Cast your mind back just a few years, if you would, and come with us on a journey.
This is a journey to a time before we all had a portable GPS device in our pockets.
A time when personal touch screens were a thing of science fiction. And we all had those odd things called “keys” on our mobile phones.
In the pre-smartphone age, getting around wasn’t as easy as it is today.
No Google Maps, no instant GPS location, no Uber or Lyft. In fact, if you were a driver back then, you probably had a sat-nav system that you’d attach to your car windscreen — and it probably seemed like a magical device!
But sat nav systems were flawed. Very flawed.
Picture the scene: you’ve been on the road for a couple of hours, and your sat nav is telling you to stay true and keep going.
But what’s this?
You approach a roundabout… with five exits. This roundabout isn’t showing up on your sat nav’s map — it must be a new development.
You follow your nose, hoping for the best. But things get worse. The road you choose is not only taking you in the wrong direction, but it has traffic backing up, which might leave you stuck for hours.
The truth is, sat navs had very limited ability to adapt. They were an isolated system and, without a manual update, became almost useless over time.
These days, Google Maps can scan for potential delays, inform us of road diversions and help keep our journey on track.
Where a sat nav laid out a solid plan based on the evidence it had available, Google Maps knows that plans can, and usually do, need to change.
Now, you might wonder how all this ties into marketing and marketing plans. The underlying logic is the same: without a strategic plan which is responsive to change and can adapt to the conditions, your venture is almost certainly going to veer off course.
When it comes to marketing, having a well-plotted marketing roadmap can help keep your project focused and — perhaps more importantly — fully adaptable.
In this guide, we’ll explain exactly what a marketing roadmap is, why you should use one, the different types of marketing roadmap, and more.
Ready to hit the road? Then let’s begin.
When it comes to product development, the real secret sauce is planning and execution. After all, wrangling multiple development teams — often across time zones — is no easy feat.
For this reason, these teams will follow a product roadmap that helps them deliver a functional product on time and on spec.
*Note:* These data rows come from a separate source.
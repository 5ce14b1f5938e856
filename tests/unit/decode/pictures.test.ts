/** AVI and JPEG: every layout gives the pixels that went in, and what is not read is refused by its name. */
import { encode } from 'jpeg-js'
import { describe, expect, it } from 'vitest'
import { openCapture } from '../../../workers/decode/index'
import { memorySource } from '../../../workers/source/memory'
import { aviFile, type AviSpec } from '../../fixtures/avi'

const value = (frame: number, y: number, x: number, plane: number) => (frame * 67 + y * 31 + x * 7 + plane * 101) & 255
const open = (name: string, bytes: Uint8Array) => openCapture(name, [memorySource(name, bytes)])

/** Rows as a writer would store them: `stride` bytes each, colours as blue, green, red. */
function stored(frame: number, width: number, height: number, colours: 1 | 3, stride: number, upward: boolean): Uint8Array {
  const bytes = new Uint8Array(stride * height).fill(0xee)
  for (let y = 0; y < height; y++) {
    for (let x = 0; x < width; x++) {
      for (let p = 0; p < colours; p++) bytes[(upward ? height - 1 - y : y) * stride + x * colours + (colours === 3 ? 2 - p : 0)] = value(frame, y, x, p)
    }
  }
  return bytes
}
function expected(frame: number, width: number, height: number, colours: 1 | 3): number[] {
  return Array.from({ length: width * height * colours }, (_, i) => value(frame, Math.floor(i / width) % height, i % width, Math.floor(i / (width * height))))
}

describe('AVI without compression', () => {
  const [width, height] = [5, 3]
  const kinds: { name: string, spec: Pick<AviSpec, 'bits' | 'codec'>, colours: 1 | 3, stride: number, upward: boolean }[] = [
    { name: 'grey, rows unpadded', spec: { bits: 8, codec: 'Y800' }, colours: 1, stride: 5, upward: false },
    { name: 'grey, rows padded', spec: { bits: 8, codec: 'Y800' }, colours: 1, stride: 8, upward: false },
    { name: 'bitmap of 8 bits', spec: { bits: 8 }, colours: 1, stride: 8, upward: true },
    { name: 'bitmap of 8 bits from the top', spec: { bits: 8 }, colours: 1, stride: 8, upward: false },
    { name: 'bitmap of 24 bits', spec: { bits: 24 }, colours: 3, stride: 16, upward: true },
    { name: 'bitmap of 24 bits from the top', spec: { bits: 24 }, colours: 3, stride: 16, upward: false },
  ]
  for (const index of ['old', 'none', 'opendml'] as const) {
    it.each(kinds)(`gives its pixels: $name, index ${index}`, async ({ spec, colours, stride, upward }) => {
      const frames = [0, 1].map(frame => stored(frame, width, height, colours, stride, upward))
      const reader = await open('a.avi', aviFile({ ...spec, width, height: upward || spec.codec ? height : -height, frames, index }))
      expect([reader.facts.frameCount, reader.facts.planes]).toEqual([2, colours])
      for (const frame of [1, 0]) expect(Array.from((await reader.readFrames(frame, 1)).samples)).toEqual(expected(frame, width, height, colours))
    })
  }
  it('whose end is missing gives its whole frames', async () => {
    const frames = [0, 1, 2].map(frame => stored(frame, width, height, 1, 8, true))
    const file = aviFile({ width, height, bits: 8, frames, index: 'none' })
    const reader = await open('a.avi', file.subarray(0, file.length - 10))
    expect(reader.facts.frameCount).toBe(2)
    expect(reader.facts.notes.some(({ code }) => code === 'truncated')).toBe(true)
  })
  it('with compression is refused by the name of its kind', async () => {
    await expect(open('a.avi', aviFile({ width, height, bits: 24, codec: 'MJPG', frames: [new Uint8Array(20)], index: 'old' }))).rejects.toThrow(/Motion JPEG.*Record without compression/)
  })
})

describe('JPEG', () => {
  const grey = (quality: number) => new Uint8Array(encode({ width: 20, height: 12, data: Uint8Array.from({ length: 20 * 12 * 4 }, (_, i) => (i % 4 === 3 ? 255 : 8 * Math.floor(i / 4) % 200)) }, quality).data)
  it('is read and called lossy', async () => {
    const reader = await open('a.jpg', grey(100))
    expect([reader.facts.width, reader.facts.height, reader.facts.planes, reader.facts.bitDepth]).toEqual([20, 12, 3, 8])
    expect(reader.facts.notes.find(({ code }) => code === 'lossy')!.text).toMatch(/not to be trusted/)
    expect((await reader.readFrames(0, 1)).samples.length).toBe(720)
  })
  it('cut off is refused, not filled with grey', async () => {
    const file = grey(90)
    await expect(open('a.jpg', file.subarray(0, file.length - 4))).rejects.toThrow(/ends before its last row/)
  })
  it('that claims a huge frame is refused before it is unpacked', async () => {
    const file = grey(90)
    const at = file.findIndex((byte, i) => byte === 0xff && file[i + 1] === 0xc0)
    file.set([0xff, 0xff, 0xff, 0xff], at + 5)
    await expect(open('a.jpg', file)).rejects.toThrow(/65535 × 65535/)
  })
})
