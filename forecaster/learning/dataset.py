"""From simulated seas to rows that teach: sensor records, features, outcomes.

A view is one record of one sea as one sensor would deliver it (place, time, length, noise,
sampling, quantisation, gaps).  Its features come from the same code that scores; its outcomes
are the noise-free waves at the target.
"""

from __future__ import annotations

import json
from collections.abc import Callable
from dataclasses import dataclass, fields
from functools import partial
from pathlib import Path

import numpy as np

from forecaster.datatypes import Record
from forecaster.errors import InputError, NumericsError
from forecaster.learning.ensemble import PEAK_PERIOD, generate, member_generator
from forecaster.learning.events import INTERVAL_PERIODS, interval_edges, outcomes
from forecaster.learning.features import FEATURES, Scene, carried, feature_table, look_ahead
from forecaster.records.read import bridge_gaps
from forecaster.settings import SeaRecipe, settings_to_table
from forecaster.storage import ShardFolder, sha256_of

VIEWS = 1  # purpose of the random numbers that draw views (see `member_generator`)
NAMES = tuple(FEATURES)
PLAIN_FEATURES = (  # computed of a plain Dysthe run too
    "run_height", "run_crest", "run_envelope", "run_height_wide", "run_crest_wide",
    "run_height_before", "run_height_after",
)  # fmt: skip
PLAIN_NAMES = tuple(name.replace("run_", "plain_", 1) for name in PLAIN_FEATURES)
PLAIN_RECORDS = 2  # records of a taught sea for which the plain Dysthe run is computed too
FEATURES_EDITION = 2  # raised when a feature's or a view's numbers change: rows are then rebuilt


@dataclass(frozen=True, slots=True, eq=False)
class Dataset:
    """Rows of features and outcomes, one per (record, distance, interval).

    Parameters
    ----------
    features : (n, len(names)) float32 array
    height, crest : (n,) float32 arrays
        Largest wave height and crest in the interval over Hs of the record.
    sea, record : (n,) int32 arrays
        Which sea and which record a row belongs to; splits are by sea.
    true_steepness : (n,) float32 array
        Of the sea as drawn: to sort results by, never a feature.
    distance : (n,) float32 array
        In peak wavelengths of the sea as drawn: to sort results by, never a feature.
    plain_run : (n, len(PLAIN_NAMES)) float32 array
        `PLAIN_FEATURES` of a plain Dysthe run, a baseline; NaN where not asked for.
    names : tuple of str
        Columns of `features`.
    """

    features: np.ndarray
    height: np.ndarray
    crest: np.ndarray
    sea: np.ndarray
    record: np.ndarray
    true_steepness: np.ndarray
    distance: np.ndarray
    plain_run: np.ndarray
    names: tuple[str, ...] = NAMES

    def column(self, name: str) -> np.ndarray:
        """(n,) one feature."""
        return self.features[:, self.names.index(name)]

    def rows(self, chosen) -> Dataset:
        """The rows that `chosen` (mask or indices) picks."""
        arrays = {name: getattr(self, name)[chosen] for name in _ARRAYS}
        return Dataset(names=self.names, **arrays)


_ARRAYS = tuple(item.name for item in fields(Dataset) if item.name != "names")


def joined(parts: list[Dataset]) -> Dataset:
    """One dataset of several; seas and records are renumbered so that none are confused."""
    if not parts:
        raise InputError("there is nothing to join: at least one dataset is needed")
    if any(part.names != parts[0].names for part in parts):
        raise InputError("datasets of different features cannot be joined")
    arrays = {name: [] for name in _ARRAYS}
    sea = record = 0
    for part in parts:
        for name, rows in arrays.items():
            shift = {"sea": sea, "record": record}.get(name, 0)
            rows.append(getattr(part, name) + np.int32(shift) if shift else getattr(part, name))
        sea += int(part.sea.max(initial=-1)) + 1
        record += int(part.record.max(initial=-1)) + 1
    joined_arrays = {name: np.concatenate(rows) for name, rows in arrays.items()}
    return Dataset(names=parts[0].names, **joined_arrays)


def take_record(elevation, dt, views, generator, *, after: float) -> tuple[Record, bool]:
    """One record of the elevation at a gauge, as one sensor would deliver it.

    Parameters
    ----------
    elevation : (n,) array [m]
    dt : float [s]
    views : forecaster.settings.SensorViews
    generator : numpy.random.Generator
    after : float [s]
        Time that must remain after the issue time.

    Returns
    -------
    record : Record
        Its clock is that of the simulation: sample 0 of `elevation` is time 0.
    clean : bool
        Whether it is free of noise.
    """
    lengths = np.log(views.record_periods)
    length = np.exp(generator.uniform(*lengths)) * PEAK_PERIOD
    clean = generator.uniform() < views.clean_share
    step = int(generator.integers(views.decimation[0], views.decimation[1] + 1))
    noise, quantum = generator.uniform(*views.noise), generator.uniform(*views.quantisation)
    first = generator.uniform(0, max(elevation.size * dt - after - length, 0.0))
    begin, count = round(first / dt), round(length / dt)
    if clean:
        step, noise, quantum = 1, 0.0, 0.0
    values = np.array(elevation[begin : begin + count : step], float)
    hs = 4 * values.std()
    values += noise * hs * generator.standard_normal(values.size)
    if quantum:
        values = np.round(values / (quantum * hs)) * (quantum * hs)
    record = Record(values - values.mean(), dt * step, start=begin * dt, source="simulated")
    if views.gap_share and not clean:
        record = _with_gaps(record, views.gap_share, generator)
    return record, clean


def _with_gaps(record, share, generator):
    values = np.array(record.elevation)
    longest = max(int(0.5 * PEAK_PERIOD / record.dt), 1)
    while np.isnan(values).mean() < share:
        size = int(generator.integers(1, longest + 1))
        place = int(generator.integers(1, values.size - size))
        values[place : place + size] = np.nan
    gappy = record.step("gaps made", elevation=values)
    return bridge_gaps(gappy, longest=0.25 * PEAK_PERIOD)


def member_rows(
    recipe: SeaRecipe, member: int, sea: dict, *, plain_records: int | None = 0
) -> Dataset:
    """All rows of one member.

    Parameters
    ----------
    recipe : SeaRecipe
    member : int
    sea : dict of arrays
        As `ensemble.simulate` returns.
    plain_records : int or None
        For how many of its records to compute the plain Dysthe run, a baseline; None for all.
    """
    generator = member_generator(recipe.root_seed, member, VIEWS)
    elevation, dt = sea["elevation"].astype(float), float(sea["dt"])
    spacing, closed = float(sea["gauge_spacing"]), bool(sea["closed"])
    steps = np.array(recipe.distances_wavelengths) / recipe.gauge_spacing_wavelengths
    steps = np.rint(steps).astype(int)
    stride = recipe.gauges // recipe.sensors
    after = recipe.after_periods * PEAK_PERIOD
    count = int(recipe.after_periods // INTERVAL_PERIODS)
    parts = [_no_rows()]
    for number in range(recipe.sensors * recipe.views.per_sensor):
        gauge = number // recipe.views.per_sensor * stride
        record, _ = take_record(elevation[gauge], dt, recipe.views, generator, after=after)
        reached = steps if closed else steps[gauge + steps < recipe.gauges]
        if reached.size == 0:
            continue
        try:
            ahead = look_ahead(record, reached * spacing)
            edges = interval_edges(record.end, ahead.sea.tp, count)
            compared = plain_records is None or number < plain_records
            plain = carried(ahead, equation="dysthe") if compared else None
        except (InputError, NumericsError):
            continue  # too coarse for its own waves, or a run that fails: not scored either
        for index, step in enumerate(reached):
            scene = Scene(ahead, index, edges)
            truth = elevation[(gauge + step) % recipe.gauges]
            heights, crests = outcomes(truth, dt, edges)
            known = np.isfinite(heights)
            shape = int(known.sum())
            plain_run = np.full((shape, len(PLAIN_NAMES)), np.nan, np.float32)
            if plain is not None:
                plain_run = feature_table(Scene(plain, index, edges), PLAIN_FEATURES)[known]
            parts.append(
                Dataset(
                    features=feature_table(scene)[known],
                    height=(heights[known] / ahead.sea.hs).astype(np.float32),
                    crest=(crests[known] / ahead.sea.hs).astype(np.float32),
                    sea=np.zeros(shape, np.int32),
                    record=np.full(shape, number, np.int32),
                    true_steepness=np.full(shape, sea["steepness"], np.float32),
                    distance=np.full(shape, recipe.distances_wavelengths[index], np.float32),
                    plain_run=plain_run,
                )
            )
    return Dataset(
        **{name: np.concatenate([getattr(part, name) for part in parts]) for name in _ARRAYS}
    )


def _no_rows() -> Dataset:
    """A dataset of no rows: what a member gives none of whose records can be used."""
    arrays = {name: np.empty(0, np.float32) for name in _ARRAYS}
    arrays["features"] = np.empty((0, len(NAMES)), np.float32)
    arrays["plain_run"] = np.empty((0, len(PLAIN_NAMES)), np.float32)
    return Dataset(**arrays | {name: np.empty(0, np.int32) for name in ("sea", "record")})


def rows_hash(recipe: SeaRecipe, plain_records: int | None) -> str:
    """Hash of what decides the rows of a recipe's members (not how many members there are)."""
    table = settings_to_table(recipe)
    del table["members"]
    return sha256_of(json.dumps([table, NAMES, FEATURES_EDITION, plain_records]).encode())


def build(
    recipe: SeaRecipe,
    folder,
    *,
    workers: int = 1,
    plain_records: int | None = PLAIN_RECORDS,
    progress: Callable[[str, int, int], None] = lambda step, done, total: None,
) -> Dataset:
    """Rows of all members of a recipe, simulating those seas that `folder` does not hold.

    Parameters
    ----------
    recipe : SeaRecipe
    folder : path
        ``folder/seas`` holds the seas (see `ensemble.generate`), ``folder/rows-...`` the rows;
        what is finished is not computed again.
    workers : int
        Processes.
    plain_records : int or None
        As in `member_rows`.
    progress : callable
        Called with (what is done, members done, members wanted).
    """
    import joblib

    folder = Path(folder)
    seas = generate(recipe, folder / "seas", workers=workers, progress=partial(progress, "seas"))
    edition = rows_hash(recipe, plain_records)
    shards = ShardFolder(folder / f"rows-{edition[:12]}", plan_hash=edition)
    finished = shards.finished()
    missing = [member for member in range(recipe.members) if member not in finished]
    progress("records", recipe.members - len(missing), recipe.members)
    with joblib.parallel_config(backend="loky", inner_max_num_threads=1):
        jobs = joblib.Parallel(n_jobs=workers, return_as="generator_unordered")(
            joblib.delayed(_rows_of_shard)(recipe, seas, shards, member, plain_records)
            for member in missing
        )
        for done, _ in enumerate(jobs, recipe.members - len(missing) + 1):
            progress("records", done, recipe.members)
    return joined([Dataset(**shards.read(member)) for member in range(recipe.members)])


def _rows_of_shard(recipe, seas, shards, member, plain_records):
    rows = member_rows(recipe, member, seas.read(member), plain_records=plain_records)
    shards.write(member, {name: getattr(rows, name) for name in _ARRAYS})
So what about marketing that product? In today’s digital landscape, ‘set and forget’ just doesn’t cut it. And that’s where a marketing roadmap comes in handy.
In a nutshell, a marketing roadmap is a document that outlines the overall marketing strategy for a product over time.
It delineates key milestones and strategic goals, as well as providing timelines for hitting them. Roadmaps are often prioritized based on these timelines, and — crucially — they are ‘living’ documents.
Just as with our sat nav case study, being disconnected from real-world conditions is a disaster waiting to happen. Instead, it’s essential that a marketing roadmap can evolve and adapt as needed.
So, to summarize, your marketing roadmap should:
Visualize how you will achieve your strategic marketing goal.
Showcase the important marketing milestones within a project.
Give guidance and set priorities for the marketing team and other stakeholders.
Outline the targeted channels for the marketing efforts (content, PPC, SEO, PR, etc.)
Be adaptable to change based on real-world conditions.
Lastly, marketing roadmaps are not to be confused with project plans, where you map out where you need to go from A to B.
As a living document, your marketing roadmap has no ‘end’. It’s something you will continue to come back to for as long as your marketing activities continue.
If you’re a marketer, you’ll already know that — at its core — marketing is all about telling a story.
But, unlike a printed novel, full-scale marketing campaigns are often created by dozens of individuals across multiple teams. So how can you make sure that everyone is following the same narrative? That’s the beauty of the marketing roadmap.
Need more convincing? Here are just three ways a marketing roadmap can help drive your product to real success:
A marketing roadmap visualizes the project for all key stakeholders. Meetings are all well and good, but there’s a limit to how much we can understand by simply talking about something. A well-designed marketing roadmap provides a visual representation of the project over time, so the whole team knows where they’re going — and why.
The marketing roadmap allows marketing teams to prioritize their tasks. Hopping back to our storytelling analogy again: there’s a reason why chapters are numbered. Certain tasks need to take place before others in order to reach the goal successfully — in product development speak, these are called ‘dependencies'. A marketing roadmap gives visibility of key dependencies and allows for re-prioritization if things change.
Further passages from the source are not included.